Verbo ser como 'sirver' o 'causar'

Allí una alta roca

mordaza es a una gruta, de su boca      [ser como servir]

(Polifemo)

 

pellico es ya la que en los bosques era                [ser como causar]

mortal horror

 (Polifemo)

 

Acusativos gregos

Construção muito esquisita e pouco freqüente reproduzindo uma fórmula que era um cultismo na poesia latina:

Su horrenda voz, no su dolor interno,

cabras aquí le interrumpieron, cuantas

-vagas al pie, sacrílegas el cuerno-

a Baco se atrevieron en sus plantas. (Polifemo)

cabras ... -vagas al pie, sacrílegas al cuerno-: As cabras são movediças no que se refere a seus pés; sacrílegas no que se refere a seus cornos.

 

Hipérbato

Consiste na transposição o mudança do ordem normal das palavras. O hipérbato era normal em latim porque a língua escrita era muito diferente da falada. O latim literário conservou uma colocação arcaizante enquanto o vulgar é mas simples. Quando Góngora introduz hipérbatos no seus poemas, aproxima a língua espanhola à dualidade que tinha a latina.

Os hipérbatos de uso mais freqüente são:

separação do substantivo do seu modificador direito:

Pasos de un peregrino son errante (Soledades)

un monte era de miembros eminente (Polifemo)

separação do modificador indireto do substantivo:

Del siempre en la montaña opuesto pino (Soledades)

anteposição da proposição do relativo com que a seu antecedente:

las que  verdes hamadrías

abortaron las plantas (Soledades)

Estas que me dictó rimas sonoras (Polifemo)

 

Repetição de fórmulas estilísticas (fórmula A, si no B)

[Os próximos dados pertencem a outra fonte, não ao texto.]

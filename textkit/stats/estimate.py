"""Weighted theme prevalence with design-based SEs, intervals, comparisons and tests.

The question answered: "what share of respondents in each group raised this
theme, how sure are we, and which differences are real?" for every question x
theme x group variable x group x wave at once.

Method (Binder 1983; Wolter 2007; Lumley 2004)
-----------------------------------------------
* A prevalence is the ratio ``p = sum w y / sum w`` over the *domain*: the
  respondents of the group (and wave) who answered the question. Rows outside the
  domain get weight 0 but their PSUs stay in the design.
* Its linearised score is ``z_i = w_i (y_i - p) / sum w``. Scores are summed
  within PSUs and the with-replacement estimator
  ``V = sum_h f_h n_h/(n_h-1) sum_j (z_hj - zbar_h)^2`` is applied (see
  :meth:`textkit.design.SurveyDesign.variance_factors`).
* Everything is computed for all themes and domains at once: PSU x domain totals
  come from one sparse matrix product per question and group variable, and the
  full covariance of the base-domain scores (and of the domains' weight totals)
  comes from products of PSU totals that share a PSU. Totals, pooled waves and
  "the rest of the sample" are unions of base domains, handled by the delta
  method on that covariance, so every comparison uses the covariance between
  domains of the same design.

Choices
-------
* Rows with ``wave`` = ``"(all)"`` pool the waves as one stacked design (waves are
  independent samples, see :mod:`textkit.design`); per-wave rows use that wave's
  df. Rows with ``group_var`` = ``group`` = ``"(all)"`` are the question totals.
* Respondents with a missing group value count in the total and in "the rest",
  never in a named group.
* Degrees of freedom: ``#PSU - #strata`` of the design the domain lives in (the
  wave's sample for per-wave rows, the whole design for pooled rows).
* Intervals (:func:`confidence_interval`): ``logit``, ``korn-graubard``
  and ``wilson`` (effective n, t quantile). An estimate of exactly 0 or 1, or
  with a zero variance, has no design-based effective n; it then uses the Kish
  effective n of the domain and, for ``logit``, the Korn-Graubard interval (the
  ``method`` column says which was used).
* Comparisons: differences ``estimate_a - estimate_b`` with a t interval and a
  two-sided t test on the design df. Group pairs and group-vs-rest use the
  covariance of the two domains; waves are independent (``Var = V_a + V_b``,
  ``df = df_a + df_b``); the wave pairs are ordered later - earlier, so the
  difference is the change. A difference of 0 with SE 0 gets p = 1; a nonzero
  difference with SE 0 gets no p-value.
* Benjamini-Hochberg q-values (statsmodels ``multipletests``) are computed over
  all rows of one returned table with a p-value.
"""

from __future__ import annotations

from collections.abc import Sequence
from typing import Any

import numpy as np
import pandas as pd
from scipy import sparse, stats

from ..errors import AnalysisError
from .design import SurveyDesign
from .domains import (  # noqa: F401 (re-exported)
    DomainTotals,
    TargetBlock,
    _linear_covariance,
    domain_totals,
    union_estimates,
)
from .intervals import (  # noqa: F401 (re-exported)
    CI_METHODS,
    DEFAULT_METHOD,
    _method_name,
    beta_interval,
    confidence_interval,
    wilson_interval,
)
from .rao_scott import rao_scott_table
from .rules import (  # noqa: F401 (re-exported)
    BASE_WIDTH_RULE,
    DEFAULT_RULE,
    RSE_16_33_RULE,
    RSE_25_50_RULE,
    RULES,
    ReliabilityRule,
)

#: Label of totals (group variable and group) and pooled waves.
ALL = "(all)"
#: Label of "the rest of the sample" in group comparisons.
REST = "(rest)"

#: Separator of the parts of a crossed group variable (``market*age_band``).
CROSS = "*"
#: Separator of the values of a crossed group (``Domestic / 16-34``).
CROSS_LABEL = " / "
#: Bases of a share: respondents who answered the question, or all respondents.
BASES: tuple[str, ...] = ("answered", "all")
#: Multiple-testing families for the Benjamini-Hochberg q-values.
FAMILIES: tuple[str, ...] = ("question-variable", "table")

PREVALENCE_COLUMNS = ["question", "question_text", "theme", "theme_label", "group_var", "group", "wave", "n",
                      "n_raising", "weighted_n", "n_eff", "estimate", "se", "ci_low", "ci_high", "df", "deff",
                      "method", "flag", "flag_reason"]
#: Columns added to the prevalence table with ``totals=True``.
TOTAL_COLUMNS = ["total", "total_se", "total_ci_low", "total_ci_high"]
COMPARISON_COLUMNS = ["question", "theme", "theme_label", "group_var", "group_a", "group_b", "wave_a", "wave_b",
                      "estimate_a", "estimate_b", "difference", "se", "ci_low", "ci_high", "p_value",
                      "q_value", "test", "family"]
GROUP_TEST_COLUMNS = ["question", "theme", "theme_label", "group_var", "wave", "n_groups", "n", "pearson_chi2",
                      "mean_deff", "f_statistic", "f_df_num", "f_df_den", "f_p_value", "f_q_value",
                      "chi2_first_order", "chi2_df", "chi2_p_value", "chi2_q_value", "family"]
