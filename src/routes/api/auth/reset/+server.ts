import { api, ok, readBody } from '$lib/server/http';
import { requestPasswordReset } from '$lib/server/password-reset';
import { emailBodySchema } from '$lib/server/api-schemas';

/** POST {email}: always {ok} whether or not the account exists; the link goes out only when it does. */
export const POST = api(async (event) => {
	const { email } = await readBody(event, emailBodySchema);
	requestPasswordReset(email, event.getClientAddress());
	return ok({});
});
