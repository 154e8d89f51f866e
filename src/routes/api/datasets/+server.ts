import { api, failure, ok } from '$lib/server/http';
import { requireUser, requireWriter } from '$lib/server/auth/guards';
import { env } from '$lib/server/env';
import { listDatasets, uploadDataset } from '$lib/server/datasets';
import { formatBytes } from '$lib/library/format';
import { CSV_MAX_COLUMNS, CSV_MAX_ROWS } from '$lib/server/csv';

/** room for the multipart boundaries and the name field around the file itself */
const MULTIPART_OVERHEAD = 16_384;

/** GET /api/datasets — the caller's own datasets, without their rows, and the upload limits. */
export const GET = api((event) =>
	ok({ datasets: listDatasets(requireUser(event)), limits: { bytes: env.uploadMaxBytes, rows: CSV_MAX_ROWS, columns: CSV_MAX_COLUMNS } })
);

/** POST /api/datasets — multipart: `file` (a CSV), optional `name`. */
export const POST = api(async (event) => {
	const user = requireWriter(event);
	const tooBig = () => failure(413, `The upload is over the limit of ${formatBytes(env.uploadMaxBytes)}.`, { limit: env.uploadMaxBytes });
	// refuse before reading a byte when the client says up front that it is too big
	const declared = Number(event.request.headers.get('content-length') ?? NaN);
	if (Number.isFinite(declared) && declared > env.uploadMaxBytes + MULTIPART_OVERHEAD) tooBig();
	if (!(event.request.headers.get('content-type') ?? '').startsWith('multipart/form-data')) {
		failure(400, 'Upload the CSV as multipart/form-data with the field "file".');
	}
	let form: FormData;
	try {
		form = await event.request.formData();
	} catch (e) {
		// the HTTP server's own body limit (adapter-node's BODY_SIZE_LIMIT) surfaces here as a 413 from the stream;
		// it should sit above the dataset limit, and when it does not, say which limit was hit
		if ((e as { status?: number }).status === 413) {
			const serverLimit = Number(/(\d+)(?: bytes)?\.?$/.exec((e as Error).message)?.[1] ?? NaN);
			if (Number.isFinite(serverLimit) && serverLimit < env.uploadMaxBytes) {
				failure(
					413,
					`The upload is over the server's request limit of ${formatBytes(serverLimit)} (datasets may be up to ${formatBytes(env.uploadMaxBytes)}).`,
					{ limit: serverLimit }
				);
			}
			tooBig();
		}
		failure(400, 'The upload could not be read as multipart/form-data.');
	}
	const file = form.get('file');
	if (!(file instanceof File)) failure(400, 'Attach the CSV in the field "file".');
	const name = form.get('name');
	if (name !== null && typeof name !== 'string') failure(400, 'The field "name" must be text.');
	return ok({ dataset: await uploadDataset(user, file, name) }, { status: 201 });
});
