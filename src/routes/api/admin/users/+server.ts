import { api, ok, readBody } from '$lib/server/http';
import { requireRole } from '$lib/server/auth/guards';
import { listUsers, setRole, setRoleSchema } from '$lib/server/users';

/** GET /api/admin/users — everyone in the group with their role (admin). */
export const GET = api((event) => {
	requireRole(event, 'admin');
	return ok({ users: listUsers() });
});

/** PATCH /api/admin/users {id, role} — change a role; the last admin cannot be demoted. */
export const PATCH = api(async (event) => {
	requireRole(event, 'admin');
	const input = await readBody(event, setRoleSchema);
	return ok({ user: setRole(input) });
});
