import { z } from 'zod';
import { api, ok, readBody } from '$lib/server/http';
import { emailSchema } from '$lib/server/auth/accounts';
import { requestPasswordReset } from '$lib/server/password-reset';

/** POST {email}: always {ok} whether or not the account exists; the link goes out only when it does. */
export const POST = api(async (event) => {
	const { email } = await readBody(event, z.object({ email: emailSchema }));
	requestPasswordReset(email, event.getClientAddress());
	return ok({});
});
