//! The committee figures other than the IRRs themselves: NPV (exact to the cent and
//! for drawing), MIRR, return on invested capital, money multiple, profitability index,
//! payback, the NPV profile, balance paths with their classification, and the
//! investment/borrowing stance at each IRR with the decision it gives.
//!
//! All rates are annual effective fractions; a flow at offset `o` sits
//! `o / units_per_year` years after the series' start, to which values are discounted.

use super::analysis::{
    ApproxAmount, BalanceKind, BalanceRow, Decision, Payback, ProfilePoint, Stance,
};
use super::dd::Dd;
use super::flows::Flows;
use num_bigint::BigInt;
use num_integer::Integer;
use num_traits::{One, Signed, Zero};
use rust_decimal::prelude::{FromPrimitive, ToPrimitive};
use rust_decimal::{Decimal, RoundingStrategy};

/// The netted flows as (years, amount) pairs in binary floats.
fn points_f64(flows: &Flows) -> Vec<(f64, f64)> {
    let n = flows.normalised();
    (0..n.points.len())
        .map(|i| (n.years(i), super::flows::amount_f64(n.points[i].amount)))
        .collect()
}

/// NPV at an annual rate in double-double, discounted to offset 0.
fn npv_dd(flows: &Flows, base: Dd) -> Dd {
    let log_base = base.ln();
    let mut sum = Dd::ZERO;
    for p in &flows.points {
        let t = Dd::ratio(p.offset, flows.units_per_year);
        sum = sum + Dd::from_decimal(p.amount) * (-(t * log_base)).exp();
    }
    sum
}

/// The sign of the NPV at an annual rate, from the double-double NPV: 0 when it is
/// within 1e-24 of the flows' size (indistinguishable from zero at that precision).
pub fn npv_sign(flows: &Flows, annual_rate: f64) -> i8 {
    if annual_rate.is_nan() || annual_rate <= -1.0 {
        return 0;
    }
    let npv = npv_dd(flows, Dd::ONE + Dd::from_f64(annual_rate)).to_f64();
    let scale: f64 = flows
        .points
        .iter()
        .map(|p| super::flows::amount_f64(p.amount).abs())
        .sum();
    if !npv.is_finite() || npv.abs() <= 1e-24 * scale {
        0
    } else if npv > 0.0 {
        1
    } else {
        -1
    }
}

/// Rounds to the cent, half away from zero (what analysts expect), without a negative zero.
fn cents(d: Decimal) -> Decimal {
    let r = d.round_dp_with_strategy(2, RoundingStrategy::MidpointAwayFromZero);
    if r.is_zero() {
        Decimal::ZERO
    } else {
        r
    }
}

/// A float as a Decimal rounded to the cent, clamped to Decimal's range; NaN becomes zero.
fn f64_to_cents(x: f64) -> Decimal {
    if x.is_nan() {
        return Decimal::ZERO;
    }
    if x >= 7.9e28 {
        return Decimal::MAX;
    }
    if x <= -7.9e28 {
        return Decimal::MIN;
    }
    cents(Decimal::from_f64(x).unwrap_or(Decimal::ZERO))
}

/// The NPV at a hurdle as far as the engine can state it.
#[derive(Debug, Clone, Copy, PartialEq)]
pub enum NpvAt {
    /// Rounded to the cent, half away from zero.
    Cents(Decimal),
    /// Beyond Decimal's range (about 7.9e28): the sign and an approximate size.
    Beyond(ApproxAmount),
}

/// NPV at `annual_rate`, discounted to the series' start, each flow by
/// `(1 + rate)^(-offset / units_per_year)`, rounded to the cent half away from zero.
/// `None` when the rate is -100% or lower, or the value is beyond Decimal's range or
/// cannot be told from zero (see [`npv_at`]).
pub fn npv_exact(flows: &Flows, annual_rate: Decimal) -> Option<Decimal> {
    match npv_at(flows, annual_rate)? {
        NpvAt::Cents(c) => Some(c),
        NpvAt::Beyond(_) => None,
    }
}

/// Relative error allowed per discounted term of the double-double NPV, per unit of
/// `1 + |t ln(1 + rate)|`: the logarithm and the exponential are each good to a few
/// units in 2^-104 (about 5e-32), and `t ln(1 + rate)` carries the logarithm's error
/// multiplied by `t`; 1e-28 leaves a wide margin over both.
const DD_TERM_ERROR: f64 = 1e-28;

/// `Dd::to_decimal` keeps about 26 significant digits; this covers its rounding.
const DD_TO_DECIMAL_ERROR: f64 = 1e-25;

/// The exact rational NPV is skipped (and the double-double value kept) when its
/// integers would exceed this many bits; 2^25 bits is about ten million digits, which
/// num-bigint multiplies in well under a second, and no deal within the validator's
/// limits comes near it unless its hurdle has many decimals and it spans millennia.
const MAX_EXACT_BITS: u64 = 1 << 25;

/// NPV at `annual_rate` as far as it can be stated: to the cent, or beyond Decimal's
/// range with its sign and size. `None` when the rate is -100% or lower, or when the
/// value is beyond Decimal's range and its sign cannot be told at 32 digits.
///
/// The value is computed in double-double with an error bound. When the bound leaves
/// the cent in doubt (the value lies within it of a half cent, as an exact tie of
/// half a cent always does, or the flows are so large that 32 digits do not reach the
/// cent), and every flow falls a whole number of years after the start, the NPV is a
/// rational number: `(1 + h)^(-t)` with `h = p / 10^s` is `(10^s / (10^s + p))^t`. It
/// is then computed exactly with big integers and rounded exactly. When some flow falls
/// a fraction of a year after the start, its discount factor is an irrational number
/// (a non-integer power of a rational that is not a perfect power), so the NPV cannot
/// be exactly half a cent and a value within the bound of a tie is the only doubt
/// left; the double-double rounding is kept there.
pub fn npv_at(flows: &Flows, annual_rate: Decimal) -> Option<NpvAt> {
    let base = Dd::ONE + Dd::from_decimal(annual_rate);
    if base.hi <= 0.0 {
        return None;
    }
    let value = npv_dd(flows, base);
    let log_base = base.ln().to_f64().abs();
    let bound: f64 = flows
        .points
        .iter()
        .map(|p| {
            let t = p.offset as f64 / flows.units_per_year as f64;
            let term = super::flows::amount_f64(p.amount).abs() * (-t * base.ln().to_f64()).exp();
            term * (1.0 + t.abs() * log_base) * DD_TERM_ERROR
        })
        .sum::<f64>()
        + value.to_f64().abs() * DD_TO_DECIMAL_ERROR;
    if let Some(v) = value.to_decimal() {
        let spread = Decimal::from_f64(bound);
        if let Some(spread) = spread {
            if let (Some(lo), Some(hi)) = (v.checked_sub(spread), v.checked_add(spread)) {
                if cents(lo) == cents(hi) {
                    return Some(NpvAt::Cents(cents(v)));
                }
            }
        }
        // The cent is in doubt: settle it exactly where the value is rational.
        if let Some(exact) = npv_rational(flows, annual_rate) {
            return Some(exact_figure(&exact.0, &exact.1));
        }
        return Some(NpvAt::Cents(cents(v)));
    }
    if let Some(exact) = npv_rational(flows, annual_rate) {
        return Some(exact_figure(&exact.0, &exact.1));
    }
    npv_beyond(flows, base).map(NpvAt::Beyond)
}
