/// The series of a line; `amounts`, when given, were read ahead by [`split_amounts`].
fn flows_of(line: &Line<'_>, amounts: Option<Vec<Decimal>>) -> Result<Flows, LineError> {
    match (&line.amounts, &line.dated) {
        (Some(_), Some(_)) => Err((
            "flows-conflict",
            "give either `amounts` or `dated`, not both".into(),
        )),
        (None, None) => Err(("missing-field", "no `amounts` or `dated` flows".into())),
        (Some(raw), None) => {
            let amounts = match amounts {
                Some(a) => a,
                None => amounts_of(raw)?,
            };
            let every = line.every.as_deref().unwrap_or("year");
            let freq = frequency(every).ok_or((
                "unknown-value",
                format!(
                    "`every: {every}` is not one of year, half-year, quarter, month, week, day"
                ),
            ))?;
            if amounts.len() > MAX_FLOWS {
                return Err((
                    "too-many-flows",
                    format!("{} flows; at most {MAX_FLOWS}", amounts.len()),
                ));
            }
            Ok(Flows::periodic(amounts, freq.per_year()))
        }
        (None, Some(dated)) => {
            let name = line.day_count.as_deref().unwrap_or("act/365f");
            let dc = DayCount::parse(name).ok_or((
                "unknown-value",
                format!("`day_count: {name}` is not one of act/365f, act/360, act/act-isda, 30/360, 30e/360, 30e/360-isda"),
            ))?;
            if dated.len() > MAX_FLOWS {
                return Err((
                    "too-many-flows",
                    format!("{} flows; at most {MAX_FLOWS}", dated.len()),
                ));
            }
            let mut entries = Vec::with_capacity(dated.len());
            for (i, f) in dated.iter().enumerate() {
                let date =
                    chrono::NaiveDate::parse_from_str(&f.date, "%Y-%m-%d").map_err(|_| {
                        (
                            "bad-date",
                            format!("dated[{i}].date: `{}` is not a date (YYYY-MM-DD)", f.date),
                        )
                    })?;
                let amount = exact_decimal(f.amount)
                    .map_err(|m| ("bad-number", format!("dated[{i}].amount: {m}")))?;
                entries.push((date, amount));
            }
            let first = entries.iter().map(|e| e.0).min();
            let last = entries.iter().map(|e| e.0).max();
            let points = entries
                .into_iter()
                .map(|(date, amount)| FlowPoint {
                    offset: first.map_or(0, |f| dc.units_in_series(f, date, last)),
                    amount,
                    date: Some(date),
                    period: None,
                    note: None,
                })
                .collect();
            Ok(Flows {
                points,
                units_per_year: dc.units_per_year(),
                periods_per_year: None,
            })
        }
    }
}

/// Screens one line; always returns one JSON object.
pub fn screen_line(text: &str, index: usize) -> Value {
    // Most lines are a short object around one long list of plain numbers: read that
    // list directly and leave the parser only the rest.
    let (rest, mut amounts) = match split_amounts(text) {
        Some((rest, amounts)) => (Some(rest), Some(amounts)),
        None => (None, None),
    };
    let parsed = match &rest {
        Some(r) => serde_json::from_str(r).or_else(|_| {
            // Errors are worded (with their columns) from the line as written.
            amounts = None;
            serde_json::from_str(text)
        }),
        None => serde_json::from_str(text),
    };
    let line: Line<'_> = match parsed {
        Ok(l) => l,
        Err(e) => {
            // Still name the series when its id can be read.
            let id = serde_json::from_str::<Value>(text)
                .ok()
                .and_then(|v| v.get("id").cloned())
                .unwrap_or(json!(format!("line {}", index + 1)));
            return json!({"id": id, "error": {"code": "bad-line", "message": e.to_string()}});
        }
    };
    let id: Value = line
        .id
        .and_then(|r| serde_json::from_str(r.get()).ok())
        .unwrap_or(json!(format!("line {}", index + 1)));
    match screen(&line, amounts) {
        Ok(mut v) => {
            if let Value::Object(map) = &mut v {
                map.insert("id".into(), id);
                // Keep `id` first for readers of the raw lines.
                let mut ordered = serde_json::Map::new();
                ordered.insert("id".into(), map.remove("id").unwrap_or(Value::Null));
                ordered.extend(std::mem::take(map));
                return Value::Object(ordered);
            }
            v
        }
        Err((code, message)) => json!({"id": id, "error": {"code": code, "message": message}}),
    }
}

fn screen(line: &Line<'_>, amounts: Option<Vec<Decimal>>) -> Result<Value, LineError> {
    let flows = flows_of(line, amounts)?.into_normalised();
    let hurdle = line
        .hurdle_rate
        .map(exact_rate)
        .transpose()
        .map_err(|m| ("rate-range", format!("hurdle_rate: {m}")))?;
    let finance = line
        .finance_rate
        .map(exact_rate)
        .transpose()
        .map_err(|m| ("rate-range", format!("finance_rate: {m}")))?
        .or(hurdle);
    let reinvest = line
        .reinvestment_rate
        .map(exact_rate)
        .transpose()
        .map_err(|m| ("rate-range", format!("reinvestment_rate: {m}")))?
        .or(hurdle);
    if flows.points.is_empty() {
        return Err(("all-zero-flows", "every flow is zero".into()));
    }
    let report = engine::irr::irr_report(&flows, hurdle.and_then(|h| h.to_f64()), false);
    let roots: Vec<Value> = report
        .roots
        .iter()
        .map(|r| {
            let mut o = json!({
                "annual_rate": r.annual_rate,
                "periodic_rate": r.periodic_rate,
                "log10_annual_growth": r.log10_annual_growth,
                "multiplicity": r.multiplicity,
                "interval": r.interval,
                "log10_interval": r.log10_interval,
                "balance_kind": r.balance_kind,
            });
            if hurdle.is_some() {
                o["stance"] = json!(r.stance);
            }
            o
        })
        .collect();
    let mut out = json!({
        "count": report.count,
        "upper_bound": report.upper_bound,
        "certified": report.certified,
        "roots": roots,
    });
    if !report.unresolved.is_empty() {
        out["unresolved"] = json!(report.unresolved);
    }
    if let Some(h) = hurdle {
        out["npv_at_hurdle"] = json!(engine::figures::npv_exact(&flows, h).map(|v| v.to_string()));
        let (f, g) = (
            finance.and_then(|x| x.to_f64()),
            reinvest.and_then(|x| x.to_f64()),
        );
        out["mirr"] = json!(match (f, g) {
            (Some(f), Some(g)) => engine::figures::mirr(&flows, f, g),
            _ => None,
        });
    }
    Ok(out)
}

/// Screens every line of a JSONL text (blank lines skipped) in parallel and returns
/// the output lines in input order.
pub fn screen_all(text: &str) -> Vec<String> {
    let lines: Vec<(usize, &str)> = text
        .lines()
        .enumerate()
        .filter(|(_, l)| !l.trim().is_empty())
        .collect();
    lines
        .par_iter()
        .map(|(i, l)| screen_line(l, *i).to_string())
        .collect()
}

Numa primeira leitura dos poemas gongóricos, é clara a tendência a repetição das mesmas fórmulas sintáticas que, Dámaso Alonso chama de A, si no B:

marino, si agradable no, instrumento (Polifemo)

 

…húmidas centellas,

si no aljófares líquidos sudando,

llegó Acis… (Polifemo)

 

Léxico colorista e suntuario

No léxico gongórico intensificam-se os campos semânticos relacionados com os cores. Sua poesia é colorista em extremo e as séries de cores mais freqüentes são:

Vermelho: livor, púrpura, rubíes, rojo, grana, acanto, carmesí, escarlata, coral, clavel, rosa.

Branco: lino, lana, lilios, espuma, perlas, nieve, cisnes, corderos, plata, argentar.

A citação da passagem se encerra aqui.